__Assigned task__
Check every line of the data below for the word "Draw", then give only the number of lines that have it.

'''

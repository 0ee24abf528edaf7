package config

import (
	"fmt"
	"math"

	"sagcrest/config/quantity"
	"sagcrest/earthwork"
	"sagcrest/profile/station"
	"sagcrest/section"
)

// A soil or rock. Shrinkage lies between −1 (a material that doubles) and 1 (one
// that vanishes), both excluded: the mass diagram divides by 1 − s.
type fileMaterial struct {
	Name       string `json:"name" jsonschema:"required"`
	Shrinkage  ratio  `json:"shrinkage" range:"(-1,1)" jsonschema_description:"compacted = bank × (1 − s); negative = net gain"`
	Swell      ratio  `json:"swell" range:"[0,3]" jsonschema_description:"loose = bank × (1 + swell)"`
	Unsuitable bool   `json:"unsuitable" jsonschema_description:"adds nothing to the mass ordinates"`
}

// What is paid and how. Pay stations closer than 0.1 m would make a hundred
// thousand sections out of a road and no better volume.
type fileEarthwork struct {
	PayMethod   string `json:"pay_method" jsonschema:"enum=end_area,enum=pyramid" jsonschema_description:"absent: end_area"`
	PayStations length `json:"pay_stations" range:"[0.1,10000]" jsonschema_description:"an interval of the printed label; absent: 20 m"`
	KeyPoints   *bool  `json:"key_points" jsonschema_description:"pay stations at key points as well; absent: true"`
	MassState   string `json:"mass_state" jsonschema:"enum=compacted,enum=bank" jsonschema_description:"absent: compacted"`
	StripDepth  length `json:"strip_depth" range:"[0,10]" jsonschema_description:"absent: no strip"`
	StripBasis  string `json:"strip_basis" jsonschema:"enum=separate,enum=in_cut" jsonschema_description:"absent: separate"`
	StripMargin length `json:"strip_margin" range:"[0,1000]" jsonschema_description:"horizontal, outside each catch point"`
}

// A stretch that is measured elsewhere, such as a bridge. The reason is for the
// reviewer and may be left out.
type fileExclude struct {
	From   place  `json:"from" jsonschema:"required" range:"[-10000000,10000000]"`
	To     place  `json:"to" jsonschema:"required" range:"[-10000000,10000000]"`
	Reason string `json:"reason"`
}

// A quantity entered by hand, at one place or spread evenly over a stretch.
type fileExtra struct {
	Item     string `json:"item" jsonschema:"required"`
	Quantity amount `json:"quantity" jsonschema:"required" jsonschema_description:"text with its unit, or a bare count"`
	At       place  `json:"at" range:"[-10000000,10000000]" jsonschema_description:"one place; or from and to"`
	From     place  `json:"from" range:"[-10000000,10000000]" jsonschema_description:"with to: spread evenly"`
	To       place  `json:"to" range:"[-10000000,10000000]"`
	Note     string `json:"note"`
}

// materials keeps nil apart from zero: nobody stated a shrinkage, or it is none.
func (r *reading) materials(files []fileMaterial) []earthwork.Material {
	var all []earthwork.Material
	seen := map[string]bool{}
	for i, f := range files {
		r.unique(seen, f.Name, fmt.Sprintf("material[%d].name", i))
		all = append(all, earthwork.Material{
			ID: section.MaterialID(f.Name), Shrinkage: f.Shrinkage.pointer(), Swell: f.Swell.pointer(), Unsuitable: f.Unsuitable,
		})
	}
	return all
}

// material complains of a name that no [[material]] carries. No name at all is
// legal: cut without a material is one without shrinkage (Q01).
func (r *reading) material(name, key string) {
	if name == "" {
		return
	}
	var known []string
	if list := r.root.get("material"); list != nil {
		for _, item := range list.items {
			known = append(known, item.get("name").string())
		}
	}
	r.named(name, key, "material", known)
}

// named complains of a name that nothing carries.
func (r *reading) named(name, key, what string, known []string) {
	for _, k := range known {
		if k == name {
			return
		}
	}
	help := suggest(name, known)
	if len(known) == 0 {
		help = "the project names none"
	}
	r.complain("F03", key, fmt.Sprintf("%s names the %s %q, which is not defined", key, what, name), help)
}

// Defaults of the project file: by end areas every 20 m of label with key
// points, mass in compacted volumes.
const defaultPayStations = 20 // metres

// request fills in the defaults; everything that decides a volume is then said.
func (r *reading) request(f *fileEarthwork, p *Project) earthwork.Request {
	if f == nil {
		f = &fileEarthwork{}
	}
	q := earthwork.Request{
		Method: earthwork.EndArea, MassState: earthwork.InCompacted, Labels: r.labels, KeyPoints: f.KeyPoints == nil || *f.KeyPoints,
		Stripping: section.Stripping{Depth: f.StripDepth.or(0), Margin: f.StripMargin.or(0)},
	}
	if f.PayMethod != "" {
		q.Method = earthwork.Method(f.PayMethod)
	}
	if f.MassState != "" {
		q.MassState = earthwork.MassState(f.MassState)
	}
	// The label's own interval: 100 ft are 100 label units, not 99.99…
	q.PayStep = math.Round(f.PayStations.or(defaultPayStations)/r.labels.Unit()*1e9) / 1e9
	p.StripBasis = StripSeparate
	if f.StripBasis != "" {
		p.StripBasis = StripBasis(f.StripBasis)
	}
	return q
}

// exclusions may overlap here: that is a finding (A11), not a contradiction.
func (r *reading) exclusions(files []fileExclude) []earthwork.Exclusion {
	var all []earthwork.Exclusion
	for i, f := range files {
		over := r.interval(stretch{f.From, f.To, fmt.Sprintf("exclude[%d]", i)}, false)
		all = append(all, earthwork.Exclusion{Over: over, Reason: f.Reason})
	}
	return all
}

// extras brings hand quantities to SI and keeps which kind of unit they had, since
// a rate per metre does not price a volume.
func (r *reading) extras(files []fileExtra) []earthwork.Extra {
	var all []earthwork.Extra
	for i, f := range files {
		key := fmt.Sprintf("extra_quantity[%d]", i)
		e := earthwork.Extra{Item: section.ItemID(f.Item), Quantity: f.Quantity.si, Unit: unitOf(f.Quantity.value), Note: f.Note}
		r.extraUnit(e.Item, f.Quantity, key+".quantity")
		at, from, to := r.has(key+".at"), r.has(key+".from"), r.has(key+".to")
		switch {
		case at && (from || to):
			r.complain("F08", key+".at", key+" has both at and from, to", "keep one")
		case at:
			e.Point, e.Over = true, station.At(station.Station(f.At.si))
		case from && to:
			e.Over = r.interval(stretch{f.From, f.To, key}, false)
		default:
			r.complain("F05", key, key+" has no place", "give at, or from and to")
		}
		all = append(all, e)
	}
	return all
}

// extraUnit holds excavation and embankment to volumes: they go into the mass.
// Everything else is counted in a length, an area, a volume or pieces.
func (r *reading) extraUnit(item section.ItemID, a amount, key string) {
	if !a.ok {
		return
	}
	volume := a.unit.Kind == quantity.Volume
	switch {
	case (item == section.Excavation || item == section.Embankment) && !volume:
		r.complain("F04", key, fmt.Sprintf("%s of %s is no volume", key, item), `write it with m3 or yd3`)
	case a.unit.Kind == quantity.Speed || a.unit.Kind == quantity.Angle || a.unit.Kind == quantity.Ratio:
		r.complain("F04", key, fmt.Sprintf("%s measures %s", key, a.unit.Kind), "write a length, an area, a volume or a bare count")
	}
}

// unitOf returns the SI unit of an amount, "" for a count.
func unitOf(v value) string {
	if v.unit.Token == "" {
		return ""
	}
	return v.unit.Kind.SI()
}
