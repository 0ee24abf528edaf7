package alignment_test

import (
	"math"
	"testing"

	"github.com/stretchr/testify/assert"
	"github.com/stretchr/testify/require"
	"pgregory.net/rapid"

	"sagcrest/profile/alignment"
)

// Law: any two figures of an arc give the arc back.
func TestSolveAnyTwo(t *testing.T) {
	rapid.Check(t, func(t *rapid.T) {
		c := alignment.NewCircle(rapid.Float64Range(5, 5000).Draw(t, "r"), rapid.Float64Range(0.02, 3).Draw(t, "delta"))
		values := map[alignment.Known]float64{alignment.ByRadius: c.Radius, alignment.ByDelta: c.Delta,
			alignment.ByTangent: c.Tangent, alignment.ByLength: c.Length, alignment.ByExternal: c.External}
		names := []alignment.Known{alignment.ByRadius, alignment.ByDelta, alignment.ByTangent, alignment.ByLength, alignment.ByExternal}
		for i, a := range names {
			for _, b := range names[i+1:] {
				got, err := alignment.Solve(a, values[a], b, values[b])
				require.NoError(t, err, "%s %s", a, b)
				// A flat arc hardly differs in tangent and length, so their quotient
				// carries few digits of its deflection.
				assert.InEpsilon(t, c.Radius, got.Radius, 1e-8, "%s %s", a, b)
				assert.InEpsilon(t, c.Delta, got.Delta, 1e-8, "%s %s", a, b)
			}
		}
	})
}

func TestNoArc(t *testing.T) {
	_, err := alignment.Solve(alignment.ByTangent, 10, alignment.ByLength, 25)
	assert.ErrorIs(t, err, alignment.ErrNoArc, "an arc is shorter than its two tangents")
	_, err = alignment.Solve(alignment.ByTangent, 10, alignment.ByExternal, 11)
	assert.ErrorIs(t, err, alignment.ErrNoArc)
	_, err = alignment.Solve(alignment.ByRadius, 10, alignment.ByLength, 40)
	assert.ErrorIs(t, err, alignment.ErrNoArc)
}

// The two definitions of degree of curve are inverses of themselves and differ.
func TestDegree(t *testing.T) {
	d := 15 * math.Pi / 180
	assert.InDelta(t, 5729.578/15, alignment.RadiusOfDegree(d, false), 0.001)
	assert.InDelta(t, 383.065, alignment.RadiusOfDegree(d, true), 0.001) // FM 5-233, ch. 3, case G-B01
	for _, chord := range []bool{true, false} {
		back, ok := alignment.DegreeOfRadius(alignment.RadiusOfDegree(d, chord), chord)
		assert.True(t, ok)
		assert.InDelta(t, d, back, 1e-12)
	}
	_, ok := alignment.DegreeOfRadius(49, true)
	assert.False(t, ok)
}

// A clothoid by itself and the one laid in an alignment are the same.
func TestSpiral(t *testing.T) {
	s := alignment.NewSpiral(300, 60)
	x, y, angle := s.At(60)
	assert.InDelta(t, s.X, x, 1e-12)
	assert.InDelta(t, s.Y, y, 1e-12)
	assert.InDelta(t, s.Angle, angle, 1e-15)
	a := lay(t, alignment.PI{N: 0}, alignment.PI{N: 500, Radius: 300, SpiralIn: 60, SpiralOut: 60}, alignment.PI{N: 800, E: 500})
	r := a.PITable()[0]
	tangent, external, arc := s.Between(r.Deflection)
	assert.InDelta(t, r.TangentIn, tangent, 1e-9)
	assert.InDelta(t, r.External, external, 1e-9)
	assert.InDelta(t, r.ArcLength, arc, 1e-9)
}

'''
'''

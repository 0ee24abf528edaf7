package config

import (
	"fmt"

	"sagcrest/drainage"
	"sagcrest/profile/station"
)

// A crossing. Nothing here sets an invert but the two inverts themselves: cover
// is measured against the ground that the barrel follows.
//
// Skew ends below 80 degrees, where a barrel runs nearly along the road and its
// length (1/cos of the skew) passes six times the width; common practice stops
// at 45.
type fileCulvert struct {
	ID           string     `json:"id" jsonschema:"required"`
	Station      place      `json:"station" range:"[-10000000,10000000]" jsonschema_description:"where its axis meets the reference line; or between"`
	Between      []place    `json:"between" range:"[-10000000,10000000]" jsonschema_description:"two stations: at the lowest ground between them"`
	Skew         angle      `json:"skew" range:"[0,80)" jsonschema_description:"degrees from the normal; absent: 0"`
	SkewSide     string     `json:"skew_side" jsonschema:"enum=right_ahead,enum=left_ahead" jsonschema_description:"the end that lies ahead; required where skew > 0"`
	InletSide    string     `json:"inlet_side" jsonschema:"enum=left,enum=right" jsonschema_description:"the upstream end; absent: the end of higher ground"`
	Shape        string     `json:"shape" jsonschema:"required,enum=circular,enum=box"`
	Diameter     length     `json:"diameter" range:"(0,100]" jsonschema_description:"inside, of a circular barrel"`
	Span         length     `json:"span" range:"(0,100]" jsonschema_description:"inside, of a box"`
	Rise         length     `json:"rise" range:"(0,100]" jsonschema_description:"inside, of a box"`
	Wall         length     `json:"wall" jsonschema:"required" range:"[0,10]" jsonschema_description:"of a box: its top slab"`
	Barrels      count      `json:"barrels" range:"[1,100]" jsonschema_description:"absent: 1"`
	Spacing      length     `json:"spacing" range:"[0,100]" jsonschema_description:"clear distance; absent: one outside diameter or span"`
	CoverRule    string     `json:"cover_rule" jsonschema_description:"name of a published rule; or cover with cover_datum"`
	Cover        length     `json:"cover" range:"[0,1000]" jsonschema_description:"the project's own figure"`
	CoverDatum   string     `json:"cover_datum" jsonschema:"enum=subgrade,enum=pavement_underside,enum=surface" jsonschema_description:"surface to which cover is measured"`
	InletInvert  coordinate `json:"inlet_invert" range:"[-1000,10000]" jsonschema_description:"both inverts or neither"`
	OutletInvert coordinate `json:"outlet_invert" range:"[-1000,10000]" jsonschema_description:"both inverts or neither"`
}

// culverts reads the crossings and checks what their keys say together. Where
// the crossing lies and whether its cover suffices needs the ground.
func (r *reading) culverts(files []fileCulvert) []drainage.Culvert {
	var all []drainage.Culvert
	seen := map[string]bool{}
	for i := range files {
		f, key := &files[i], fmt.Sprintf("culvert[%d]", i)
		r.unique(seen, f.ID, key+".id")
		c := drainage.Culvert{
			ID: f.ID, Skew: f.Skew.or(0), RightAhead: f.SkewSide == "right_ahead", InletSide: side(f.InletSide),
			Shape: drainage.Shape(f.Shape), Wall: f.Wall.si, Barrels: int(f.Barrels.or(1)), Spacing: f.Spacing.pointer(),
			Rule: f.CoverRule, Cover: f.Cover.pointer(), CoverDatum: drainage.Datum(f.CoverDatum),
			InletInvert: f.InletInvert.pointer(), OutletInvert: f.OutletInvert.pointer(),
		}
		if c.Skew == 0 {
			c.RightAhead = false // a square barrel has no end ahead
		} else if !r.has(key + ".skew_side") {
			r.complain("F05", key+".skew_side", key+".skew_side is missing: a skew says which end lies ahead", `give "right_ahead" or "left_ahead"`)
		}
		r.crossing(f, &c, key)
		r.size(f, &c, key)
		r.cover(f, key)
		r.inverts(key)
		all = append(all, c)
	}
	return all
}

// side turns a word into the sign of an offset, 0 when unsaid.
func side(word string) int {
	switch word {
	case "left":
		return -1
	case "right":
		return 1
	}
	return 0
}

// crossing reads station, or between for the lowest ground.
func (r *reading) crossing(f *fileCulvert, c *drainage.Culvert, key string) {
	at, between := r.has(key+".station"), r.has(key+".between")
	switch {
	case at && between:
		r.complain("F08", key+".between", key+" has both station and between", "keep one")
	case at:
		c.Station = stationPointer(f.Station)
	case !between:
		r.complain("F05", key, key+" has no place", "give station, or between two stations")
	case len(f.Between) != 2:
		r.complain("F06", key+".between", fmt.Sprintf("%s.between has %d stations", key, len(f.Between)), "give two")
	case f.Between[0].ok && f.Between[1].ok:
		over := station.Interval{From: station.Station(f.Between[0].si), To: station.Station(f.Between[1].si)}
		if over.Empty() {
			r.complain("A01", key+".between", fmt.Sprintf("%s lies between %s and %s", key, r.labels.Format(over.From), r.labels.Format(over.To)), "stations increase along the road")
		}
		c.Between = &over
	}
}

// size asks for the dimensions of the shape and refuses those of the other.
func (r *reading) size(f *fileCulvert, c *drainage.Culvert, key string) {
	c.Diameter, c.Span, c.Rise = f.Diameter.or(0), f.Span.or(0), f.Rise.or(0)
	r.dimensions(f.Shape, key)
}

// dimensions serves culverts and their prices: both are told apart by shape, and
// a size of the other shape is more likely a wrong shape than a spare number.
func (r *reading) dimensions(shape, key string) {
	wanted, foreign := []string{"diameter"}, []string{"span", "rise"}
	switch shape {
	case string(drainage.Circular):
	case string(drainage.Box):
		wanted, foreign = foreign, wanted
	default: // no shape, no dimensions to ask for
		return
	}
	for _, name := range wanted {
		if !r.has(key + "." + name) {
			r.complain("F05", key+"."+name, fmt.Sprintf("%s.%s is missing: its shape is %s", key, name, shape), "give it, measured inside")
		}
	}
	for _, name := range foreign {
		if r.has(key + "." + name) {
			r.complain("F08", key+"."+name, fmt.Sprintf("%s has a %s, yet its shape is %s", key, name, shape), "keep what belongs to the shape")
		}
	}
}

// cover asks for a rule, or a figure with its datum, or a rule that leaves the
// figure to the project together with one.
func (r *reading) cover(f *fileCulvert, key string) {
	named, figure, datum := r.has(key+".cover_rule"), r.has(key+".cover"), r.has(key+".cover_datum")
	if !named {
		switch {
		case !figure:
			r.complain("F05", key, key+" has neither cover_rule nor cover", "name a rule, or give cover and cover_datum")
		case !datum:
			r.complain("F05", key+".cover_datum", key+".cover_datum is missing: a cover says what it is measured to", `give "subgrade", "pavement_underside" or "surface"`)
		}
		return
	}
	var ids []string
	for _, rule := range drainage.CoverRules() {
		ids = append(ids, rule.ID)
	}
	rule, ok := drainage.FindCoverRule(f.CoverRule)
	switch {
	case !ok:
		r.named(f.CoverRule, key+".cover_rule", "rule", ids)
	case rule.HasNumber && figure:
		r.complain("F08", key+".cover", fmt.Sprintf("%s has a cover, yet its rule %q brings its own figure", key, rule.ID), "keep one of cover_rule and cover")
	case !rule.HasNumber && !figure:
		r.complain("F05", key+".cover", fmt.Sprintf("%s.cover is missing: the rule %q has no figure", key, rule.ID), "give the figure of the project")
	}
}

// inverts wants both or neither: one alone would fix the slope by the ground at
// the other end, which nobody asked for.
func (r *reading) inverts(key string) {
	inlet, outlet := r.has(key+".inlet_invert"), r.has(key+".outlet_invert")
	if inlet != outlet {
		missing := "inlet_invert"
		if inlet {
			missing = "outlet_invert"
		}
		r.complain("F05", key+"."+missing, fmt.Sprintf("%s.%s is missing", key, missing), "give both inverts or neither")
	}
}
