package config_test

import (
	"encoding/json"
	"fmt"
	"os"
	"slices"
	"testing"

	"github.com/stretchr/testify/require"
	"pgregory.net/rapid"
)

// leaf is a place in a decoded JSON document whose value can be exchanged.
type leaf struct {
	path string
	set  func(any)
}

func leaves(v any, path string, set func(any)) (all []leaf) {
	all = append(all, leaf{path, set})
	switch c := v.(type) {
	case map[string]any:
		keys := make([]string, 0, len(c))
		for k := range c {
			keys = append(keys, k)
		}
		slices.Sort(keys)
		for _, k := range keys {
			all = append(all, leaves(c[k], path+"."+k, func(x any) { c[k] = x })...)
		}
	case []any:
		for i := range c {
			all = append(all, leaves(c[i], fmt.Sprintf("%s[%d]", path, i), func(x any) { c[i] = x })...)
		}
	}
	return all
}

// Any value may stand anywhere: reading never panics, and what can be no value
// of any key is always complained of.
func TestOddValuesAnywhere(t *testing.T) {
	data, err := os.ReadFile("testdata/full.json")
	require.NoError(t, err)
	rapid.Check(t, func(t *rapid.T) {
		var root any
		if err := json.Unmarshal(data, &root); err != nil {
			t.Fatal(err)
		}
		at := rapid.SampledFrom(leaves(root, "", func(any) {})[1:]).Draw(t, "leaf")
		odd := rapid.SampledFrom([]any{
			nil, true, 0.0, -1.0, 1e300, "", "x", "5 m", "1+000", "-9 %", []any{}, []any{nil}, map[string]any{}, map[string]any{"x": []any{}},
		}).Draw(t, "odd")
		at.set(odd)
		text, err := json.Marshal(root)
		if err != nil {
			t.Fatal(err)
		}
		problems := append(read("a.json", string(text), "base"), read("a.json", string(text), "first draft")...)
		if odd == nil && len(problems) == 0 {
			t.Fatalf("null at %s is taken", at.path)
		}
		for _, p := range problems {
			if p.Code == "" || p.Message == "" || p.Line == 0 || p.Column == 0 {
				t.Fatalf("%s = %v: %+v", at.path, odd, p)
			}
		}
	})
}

'''

__Result of this exercise__
3